(Data extracts Opens)

"""Operations of chart design."""

from __future__ import annotations

from collections.abc import Mapping
from typing import Any

import numpy as np

from ...spc.design import attributes, baseline, comparison, economic, subgroups
from ...spc.design import memory as designs
from ...spc.errors import UnusableParameter, Where
from ...spc.explain import designs as worked
from ...spc.explain.steps import Step
from ...spc.runlength.estimated import PERCENTILES
from ...spc.runlength.memory import SMALLEST_SMOOTHING
from .. import problems
from ..contract import Contract
from ..schemas.common import cautions, located, rules_of
from ..schemas.design_cases import (
    AttributeDesignAnswer,
    AttributeDesignRequest,
    BaselineDesignAnswer,
    BaselineDesignRequest,
    ComparisonAnswer,
    ComparisonRequest,
)
from ..schemas.designs import (
    USUAL_SHIFTS,
    CusumDesignAnswer,
    CusumDesignRequest,
    DetectRequest,
    EwmaDesignAnswer,
    EwmaDesignRequest,
    SubgroupDesignAnswer,
    SubgroupDesignRequest,
)
from ..schemas.economic import (
    EconomicDesignAnswer,
    EconomicDesignRequest,
    ProcessEconomicsRequest,
    requirements_of,
)
from .run_length import TAG, TAG_TEXT

USUAL_LEVELS = (0.5, 0.75, 1.0, 1.25, 1.5, 2.0, 2.5, 3.0, 4.0, 5.0)


def _plan(loaded: dict[str, Any]) -> subgroups.SamplingPlan:
    return subgroups.SamplingPlan(loaded["size"], loaded["interval_hours"], loaded["sigma_multiple"])


def design_subgroups(loaded: dict[str, Any]) -> dict[str, Any]:
    """The design of a mean chart."""
    if not any(name in loaded for name in ("detect", "present", "candidates")):
        raise UnusableParameter.of(
            "nothing-asked",
            "Ask for a plan with `detect`, or give a `present` plan or `candidates`.",
            "detect",
        )
    shift, moment = loaded["shift"], loaded["shift_moment"]
    rules = rules_of(loaded.get("rules")) or None
    shifts = loaded.get("shifts", np.array(USUAL_SHIFTS))

    def characteristics(plan: subgroups.SamplingPlan | subgroups.PlanPerformance) -> Any:
        return subgroups.operating_characteristics(
            plan.size, plan.interval_hours, plan.multiple, shifts, rules
        )

    plan = present = comparison = found = None
    if "detect" in loaded:
        asked = loaded["detect"]
        places: dict[str, Where] = {name: ("detect", name) for name in DetectRequest._declared_fields}
        with located(multiple=("detect", "sigma_multiple"), **places):
            plan = subgroups.plan(
                shift,
                power=asked.get("power"),
                ats_hours=asked.get("ats_hours"),
                shift_moment=moment,
                multiple=asked.get("sigma_multiple"),
                in_control_arl=asked.get("in_control_arl"),
                false_alarm_probability=asked.get("false_alarm_probability"),
                interval_hours=asked.get("interval_hours"),
                hourly_pieces=asked.get("hourly_pieces"),
            )
        found = characteristics(plan)
    if "present" in loaded:
        present = characteristics(_plan(loaded["present"]))
    if loaded.get("candidates"):
        comparison = subgroups.compare(
            [_plan(one) for one in loaded["candidates"]], shift, shift_moment=moment
        )
    return {
        "plan": plan,
        "characteristics": found,
        "present": present,
        "comparison": comparison,
        "cautions": cautions(
            () if rules is None or (plan is None and comparison is None) else (subgroups.RULES_LEFT_OUT,)
        ),
    }
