"""The published cases, run on this installation: as an answer, and as a page."""

from __future__ import annotations

import threading
from collections.abc import Callable
from typing import Any

from ...verification import runner
from ..contract import Contract
from ..schemas import derive
from ..schemas.common import PROVENANCE

TAG = "Verification"
_KEPT = "assignable.verification"

VerificationAnswer = derive.answer(
    runner.Verification,
    "VerificationAnswer",
    "Every published case, run on this installation.",
    {"provenance": PROVENANCE},
)


def executor(contract: Contract) -> runner.Execute:
    """The road of a request from bytes to bytes; for an operation by GET, the body has its parameters."""
    operations = contract.operations
    return lambda operation_id, body: operations[operation_id].execute(body)


def verified(contract: Contract) -> Callable[[], runner.Verification]:
    """The verification of an application, computed at the first call: nothing that it rests on changes."""
    found: list[runner.Verification] = []
    computing = threading.Lock()

    def verification() -> runner.Verification:
        with computing:
            if not found:
                found.append(runner.run(executor(contract)))
            return found[0]

    kept: Callable[[], runner.Verification] = contract.app.extensions.setdefault(_KEPT, verification)
    return kept


def register(contract: Contract) -> None:
    """Binds the verification."""
    verification = verified(contract)

    def answer() -> dict[str, Any]:
        result = verification()
        return {name: getattr(result, name) for name in result.__dataclass_fields__}

    contract.tag(TAG, "Evidence that this installation computes what was published.")
    contract.operation(
        "GET",
        "/v1/verification",
        operation_id="getVerification",
        tag=TAG,
        summary="The published cases, computed now",
        description="Worked examples and tables of books, articles and handbooks, run through the road of a request "
        "on this installation: each published figure beside the one obtained, with print's rounding, the source, and "
        "how far the figure is to be trusted. Computed once in the life of a process. Evidence for a site's own "
        "validation, which it does not replace. The page `/verification` shows the same, to be printed.",
        response=VerificationAnswer(),
        provenance="verification",
        cache_seconds=0,
    )(answer)
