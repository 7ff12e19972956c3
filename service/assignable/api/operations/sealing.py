"""The public keys with which anyone can check the seal of a limits document."""

from __future__ import annotations

from ...documents.seal import ALGORITHM
from ..contract import Contract
from ..fields import AnswerShape, ObjectList, StrictString

TAG = "Sealing"


class SealingKey(AnswerShape):
    """A public key, as RFC 7517 and RFC 8037 have it."""

    kty = StrictString(required=True, metadata={"description": "Kind of the key: OKP."})
    crv = StrictString(required=True, metadata={"description": "Its curve: Ed25519."})
    kid = StrictString(required=True, metadata={"description": "Its id: `key_id` of the seals it is for."})
    use = StrictString(required=True, metadata={"description": "What it is for: sig, signatures."})
    alg = StrictString(
        required=True, metadata={"description": f"The algorithm of the signatures: {ALGORITHM}."}
    )
    x = StrictString(required=True, metadata={"description": "The public key, base64url."})


class SealingKeys(AnswerShape):
    """The public keys of the seals that this service makes or takes; a JWK set."""

    keys = ObjectList(
        SealingKey, required=True, metadata={"description": "Each key; none where documents are not sealed."}
    )


def register(contract: Contract) -> None:
    """Binds the list of public keys."""
    contract.tag(TAG, "How a limits document proves that it is as it was issued.")
    published = {"keys": contract.seals.published}
    contract.operation(
        "GET",
        "/.well-known/jwks.json",
        operation_id="getSealingKeys",
        tag=TAG,
        summary="Public keys of the seals",
        description="A JWK set (RFC 7517) with every key whose seals this service takes, that of its own seals among "
        "them. A seal is a detached JWS (RFC 7515, RFC 7797) by Ed25519 over the RFC 8785 form of the limits document "
        "without its member `seal`.",
        response=SealingKeys(),
        computes=False,
    )(lambda: published)
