def _points_in(data: Mapping[str, Any]) -> int | None:
    """The length that all lists of the data have in common, if they have one."""
    lengths = {len(value) for value in data.values() if type(value) is list}
    return (lengths.pop() or None) if len(lengths) == 1 else None


def _alike(lines: Sequence[Brought], *, alone: bool) -> Iterator[Sequence[Brought]]:
    """Runs of lines whose data can be joined: the same members, rows as long, the same single values."""
    begin = 0
    before = None
    for at, line in enumerate(lines):
        kind = None if alone or line.points is None else _kind_of(line.data)
        if at and (kind is None or kind != before):
            yield lines[begin:at]
            begin = at
        before = kind
    yield lines[begin:]


def _kind_of(data: Mapping[str, Any]) -> tuple[Any, ...]:
    return tuple(
        (name, len(value[0]) if value and type(value[0]) is list else -1)
        if type(value) is list
        else (name, type(value), value if type(value) in (int, float, str, bool) else id(value))
        for name, value in data.items()
    )


def _joined(lines: Sequence[Brought]) -> dict[str, Any]:
    return {
        name: list(chain.from_iterable(line.data[name] for line in lines)) if type(value) is list else value
        for name, value in lines[0].data.items()
    }


def _by_line(signals: list[dict[str, Any]], lines: Sequence[Brought]) -> Iterator[list[dict[str, Any]]]:
    """The signals of each line, with positions in its own data."""
    if len(lines) == 1:
        yield signals
        return
    first, at = 0, 0
    for line in lines:
        assert line.points is not None
        own = []
        while at < len(signals) and signals[at]["index"] < first + line.points:
            signal = signals[at]
            own.append(
                {
                    **signal,
                    "index": signal["index"] - first,
                    "points": [point - first for point in signal["points"]],
                }
            )
            at += 1
        yield own
        first += line.points


# ---------------------------------------------------------------------------------------------------
# Routes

(Data extracts Closes)

_What needs to be done_.
Every line of the listing that includes the word "runner" forms the answer.

_Written answer_.
from ...verification import runner
    runner.Verification,
def executor(contract: Contract) -> runner.Execute:
def verified(contract: Contract) -> Callable[[], runner.Verification]:
    found: list[runner.Verification] = []
    def verification() -> runner.Verification:
                found.append(runner.run(executor(contract)))
    kept: Callable[[], runner.Verification] = contract.app.extensions.setdefault(_KEPT, verification)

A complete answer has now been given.